Your objective = In the records that come next, find every line with "lineCount". Return those lines.

Extracted data =
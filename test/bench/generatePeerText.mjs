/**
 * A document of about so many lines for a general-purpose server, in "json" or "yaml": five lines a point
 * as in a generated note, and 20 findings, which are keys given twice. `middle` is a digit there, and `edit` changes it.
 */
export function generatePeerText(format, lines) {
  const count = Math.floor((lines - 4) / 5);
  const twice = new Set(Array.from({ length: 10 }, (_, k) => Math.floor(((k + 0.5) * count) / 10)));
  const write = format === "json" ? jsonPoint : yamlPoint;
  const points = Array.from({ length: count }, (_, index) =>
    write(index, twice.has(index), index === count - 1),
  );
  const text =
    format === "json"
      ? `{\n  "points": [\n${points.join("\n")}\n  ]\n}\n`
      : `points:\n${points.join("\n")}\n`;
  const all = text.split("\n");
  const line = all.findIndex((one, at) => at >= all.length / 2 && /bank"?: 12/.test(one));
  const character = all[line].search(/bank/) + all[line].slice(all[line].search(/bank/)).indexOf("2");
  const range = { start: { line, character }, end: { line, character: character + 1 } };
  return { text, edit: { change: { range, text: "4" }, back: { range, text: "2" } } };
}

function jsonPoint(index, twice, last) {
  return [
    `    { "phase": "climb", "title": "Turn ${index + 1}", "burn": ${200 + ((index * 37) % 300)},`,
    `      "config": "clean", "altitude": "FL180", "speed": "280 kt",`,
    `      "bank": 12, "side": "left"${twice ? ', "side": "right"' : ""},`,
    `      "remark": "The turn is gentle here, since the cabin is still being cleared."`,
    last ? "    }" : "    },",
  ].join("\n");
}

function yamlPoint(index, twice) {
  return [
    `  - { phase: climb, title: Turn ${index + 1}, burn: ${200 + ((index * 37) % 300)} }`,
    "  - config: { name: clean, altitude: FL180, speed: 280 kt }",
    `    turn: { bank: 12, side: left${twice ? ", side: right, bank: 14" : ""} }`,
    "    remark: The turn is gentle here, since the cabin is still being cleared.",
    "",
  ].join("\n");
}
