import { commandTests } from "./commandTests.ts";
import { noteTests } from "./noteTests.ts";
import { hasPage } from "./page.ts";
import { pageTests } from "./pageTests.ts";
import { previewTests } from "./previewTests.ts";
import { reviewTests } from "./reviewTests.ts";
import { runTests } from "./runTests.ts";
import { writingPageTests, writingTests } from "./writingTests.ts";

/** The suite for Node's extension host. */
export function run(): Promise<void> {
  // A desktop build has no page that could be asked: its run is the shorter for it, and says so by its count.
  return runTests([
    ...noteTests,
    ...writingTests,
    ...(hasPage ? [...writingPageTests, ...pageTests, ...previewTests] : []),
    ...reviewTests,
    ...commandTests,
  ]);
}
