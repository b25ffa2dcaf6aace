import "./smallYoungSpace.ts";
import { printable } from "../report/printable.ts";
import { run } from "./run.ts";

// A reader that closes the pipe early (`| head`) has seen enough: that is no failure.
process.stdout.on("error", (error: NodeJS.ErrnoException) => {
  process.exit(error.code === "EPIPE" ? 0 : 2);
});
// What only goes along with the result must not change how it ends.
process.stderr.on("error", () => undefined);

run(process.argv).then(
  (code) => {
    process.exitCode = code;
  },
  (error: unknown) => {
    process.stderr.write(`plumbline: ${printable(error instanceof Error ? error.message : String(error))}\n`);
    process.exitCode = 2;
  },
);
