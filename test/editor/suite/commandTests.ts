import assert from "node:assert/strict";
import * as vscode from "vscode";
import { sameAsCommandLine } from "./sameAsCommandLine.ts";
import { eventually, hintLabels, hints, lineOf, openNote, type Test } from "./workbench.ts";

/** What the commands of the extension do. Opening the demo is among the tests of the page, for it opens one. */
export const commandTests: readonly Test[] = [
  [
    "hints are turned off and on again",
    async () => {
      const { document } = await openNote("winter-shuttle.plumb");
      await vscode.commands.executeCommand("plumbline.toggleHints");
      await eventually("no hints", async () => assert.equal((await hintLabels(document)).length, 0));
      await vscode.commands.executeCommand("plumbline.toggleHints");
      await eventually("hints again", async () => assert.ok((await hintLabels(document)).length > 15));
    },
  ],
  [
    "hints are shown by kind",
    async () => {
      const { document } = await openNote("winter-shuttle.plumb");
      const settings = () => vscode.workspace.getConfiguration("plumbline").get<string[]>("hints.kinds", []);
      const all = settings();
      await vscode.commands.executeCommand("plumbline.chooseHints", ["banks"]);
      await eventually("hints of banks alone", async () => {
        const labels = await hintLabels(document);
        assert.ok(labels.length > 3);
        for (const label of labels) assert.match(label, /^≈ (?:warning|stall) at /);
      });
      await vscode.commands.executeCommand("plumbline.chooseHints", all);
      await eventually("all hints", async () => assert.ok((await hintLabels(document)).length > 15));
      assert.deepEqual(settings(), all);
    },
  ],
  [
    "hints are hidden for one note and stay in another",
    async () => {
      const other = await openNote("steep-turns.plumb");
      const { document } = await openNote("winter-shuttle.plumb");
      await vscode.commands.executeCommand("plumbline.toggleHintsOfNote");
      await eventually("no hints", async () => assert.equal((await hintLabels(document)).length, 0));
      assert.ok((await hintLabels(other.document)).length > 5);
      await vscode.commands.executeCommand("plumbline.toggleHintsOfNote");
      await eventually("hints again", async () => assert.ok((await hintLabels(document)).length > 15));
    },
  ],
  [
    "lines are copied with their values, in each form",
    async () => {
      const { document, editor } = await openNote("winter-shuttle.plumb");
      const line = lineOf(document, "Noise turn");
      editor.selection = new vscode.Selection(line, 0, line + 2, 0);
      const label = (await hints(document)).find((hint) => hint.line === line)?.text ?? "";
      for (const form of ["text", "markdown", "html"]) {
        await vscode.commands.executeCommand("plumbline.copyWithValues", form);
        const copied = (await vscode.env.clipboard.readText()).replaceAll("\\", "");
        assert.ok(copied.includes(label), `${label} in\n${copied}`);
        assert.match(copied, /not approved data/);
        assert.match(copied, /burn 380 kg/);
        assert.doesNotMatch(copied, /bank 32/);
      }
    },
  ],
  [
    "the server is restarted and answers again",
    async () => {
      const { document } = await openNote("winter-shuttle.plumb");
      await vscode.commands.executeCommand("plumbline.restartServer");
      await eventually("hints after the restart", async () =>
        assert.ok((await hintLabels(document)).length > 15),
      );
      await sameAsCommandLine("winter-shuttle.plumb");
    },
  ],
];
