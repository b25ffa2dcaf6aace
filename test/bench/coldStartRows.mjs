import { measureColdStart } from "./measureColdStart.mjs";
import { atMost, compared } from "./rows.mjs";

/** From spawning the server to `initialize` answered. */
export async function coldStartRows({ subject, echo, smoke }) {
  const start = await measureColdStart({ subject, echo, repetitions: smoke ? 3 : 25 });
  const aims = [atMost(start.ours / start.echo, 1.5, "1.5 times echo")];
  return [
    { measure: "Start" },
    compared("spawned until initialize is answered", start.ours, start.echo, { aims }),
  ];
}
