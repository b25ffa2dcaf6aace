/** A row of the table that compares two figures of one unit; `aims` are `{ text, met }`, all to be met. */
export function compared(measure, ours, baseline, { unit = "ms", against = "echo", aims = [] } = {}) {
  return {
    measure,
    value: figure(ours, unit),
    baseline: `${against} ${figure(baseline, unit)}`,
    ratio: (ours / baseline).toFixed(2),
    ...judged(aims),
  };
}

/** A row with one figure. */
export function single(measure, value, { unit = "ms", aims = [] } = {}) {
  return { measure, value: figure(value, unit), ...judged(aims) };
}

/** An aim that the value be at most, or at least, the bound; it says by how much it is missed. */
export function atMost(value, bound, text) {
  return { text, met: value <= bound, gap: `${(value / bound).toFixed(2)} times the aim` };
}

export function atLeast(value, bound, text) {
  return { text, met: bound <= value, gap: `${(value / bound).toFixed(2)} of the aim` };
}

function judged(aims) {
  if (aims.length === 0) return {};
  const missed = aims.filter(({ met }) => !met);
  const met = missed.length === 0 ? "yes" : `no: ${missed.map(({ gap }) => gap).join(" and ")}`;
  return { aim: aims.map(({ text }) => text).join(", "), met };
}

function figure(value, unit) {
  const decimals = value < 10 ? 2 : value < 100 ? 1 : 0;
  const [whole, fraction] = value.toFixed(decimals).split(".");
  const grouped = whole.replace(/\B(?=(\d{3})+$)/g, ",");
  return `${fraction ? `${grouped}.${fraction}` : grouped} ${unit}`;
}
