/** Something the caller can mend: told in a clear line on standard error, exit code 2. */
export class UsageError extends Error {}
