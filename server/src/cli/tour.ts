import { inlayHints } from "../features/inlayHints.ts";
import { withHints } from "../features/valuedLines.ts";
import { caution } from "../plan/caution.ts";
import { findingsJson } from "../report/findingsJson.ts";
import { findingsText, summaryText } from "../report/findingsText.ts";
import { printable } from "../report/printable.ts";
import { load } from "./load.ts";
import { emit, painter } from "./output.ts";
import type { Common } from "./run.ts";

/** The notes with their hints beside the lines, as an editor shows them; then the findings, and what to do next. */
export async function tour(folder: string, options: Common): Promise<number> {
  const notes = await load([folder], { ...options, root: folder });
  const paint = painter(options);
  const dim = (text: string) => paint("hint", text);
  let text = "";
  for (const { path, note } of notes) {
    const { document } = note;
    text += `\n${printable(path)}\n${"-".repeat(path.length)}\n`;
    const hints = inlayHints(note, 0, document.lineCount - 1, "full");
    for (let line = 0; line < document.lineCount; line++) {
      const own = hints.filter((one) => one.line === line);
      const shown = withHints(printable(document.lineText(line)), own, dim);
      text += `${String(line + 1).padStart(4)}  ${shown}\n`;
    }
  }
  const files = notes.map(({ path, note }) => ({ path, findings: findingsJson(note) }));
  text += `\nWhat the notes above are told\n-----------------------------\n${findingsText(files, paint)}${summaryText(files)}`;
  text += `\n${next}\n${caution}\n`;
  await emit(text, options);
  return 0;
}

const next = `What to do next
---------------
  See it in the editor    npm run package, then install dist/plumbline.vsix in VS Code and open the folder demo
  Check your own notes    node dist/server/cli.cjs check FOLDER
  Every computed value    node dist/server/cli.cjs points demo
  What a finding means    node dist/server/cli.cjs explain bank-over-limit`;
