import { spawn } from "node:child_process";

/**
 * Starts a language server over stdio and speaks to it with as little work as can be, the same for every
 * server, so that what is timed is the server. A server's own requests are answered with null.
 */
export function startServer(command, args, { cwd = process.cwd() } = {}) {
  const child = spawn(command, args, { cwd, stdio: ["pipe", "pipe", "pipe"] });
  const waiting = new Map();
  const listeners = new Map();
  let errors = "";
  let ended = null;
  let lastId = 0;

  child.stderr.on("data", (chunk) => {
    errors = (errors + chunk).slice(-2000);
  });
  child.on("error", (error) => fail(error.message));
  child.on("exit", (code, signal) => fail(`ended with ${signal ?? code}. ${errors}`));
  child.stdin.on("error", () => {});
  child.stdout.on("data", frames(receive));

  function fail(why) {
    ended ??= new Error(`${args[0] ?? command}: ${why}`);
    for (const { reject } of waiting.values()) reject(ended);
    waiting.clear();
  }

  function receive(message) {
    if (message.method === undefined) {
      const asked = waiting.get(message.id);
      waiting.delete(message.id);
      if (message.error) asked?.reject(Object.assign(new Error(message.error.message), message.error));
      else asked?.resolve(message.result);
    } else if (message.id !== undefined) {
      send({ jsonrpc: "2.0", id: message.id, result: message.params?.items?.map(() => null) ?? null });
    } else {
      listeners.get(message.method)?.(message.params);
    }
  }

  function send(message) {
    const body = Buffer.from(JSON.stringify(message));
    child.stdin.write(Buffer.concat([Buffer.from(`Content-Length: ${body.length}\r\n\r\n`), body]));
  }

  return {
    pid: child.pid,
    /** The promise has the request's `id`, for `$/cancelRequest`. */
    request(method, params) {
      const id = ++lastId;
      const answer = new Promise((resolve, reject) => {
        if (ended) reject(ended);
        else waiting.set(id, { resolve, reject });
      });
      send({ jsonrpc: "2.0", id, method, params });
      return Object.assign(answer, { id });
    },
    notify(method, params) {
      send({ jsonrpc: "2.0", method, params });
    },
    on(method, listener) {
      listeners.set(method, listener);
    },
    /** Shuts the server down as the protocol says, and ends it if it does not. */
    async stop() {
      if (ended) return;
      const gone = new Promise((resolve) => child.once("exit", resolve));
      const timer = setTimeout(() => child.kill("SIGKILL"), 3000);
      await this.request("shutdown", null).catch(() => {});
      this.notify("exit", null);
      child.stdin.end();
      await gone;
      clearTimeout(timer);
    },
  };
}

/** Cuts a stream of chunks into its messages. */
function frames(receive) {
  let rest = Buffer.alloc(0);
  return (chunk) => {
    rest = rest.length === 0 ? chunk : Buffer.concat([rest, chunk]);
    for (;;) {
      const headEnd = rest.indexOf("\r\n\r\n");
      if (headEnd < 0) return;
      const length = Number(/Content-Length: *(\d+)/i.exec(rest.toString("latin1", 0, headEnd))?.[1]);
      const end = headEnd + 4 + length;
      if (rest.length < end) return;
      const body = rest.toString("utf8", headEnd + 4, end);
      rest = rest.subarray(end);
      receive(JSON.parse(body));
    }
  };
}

Task result =
    const hints = inlayHints(note, 0, document.lineCount - 1, "full");
    for (let line = 0; line < document.lineCount; line++) {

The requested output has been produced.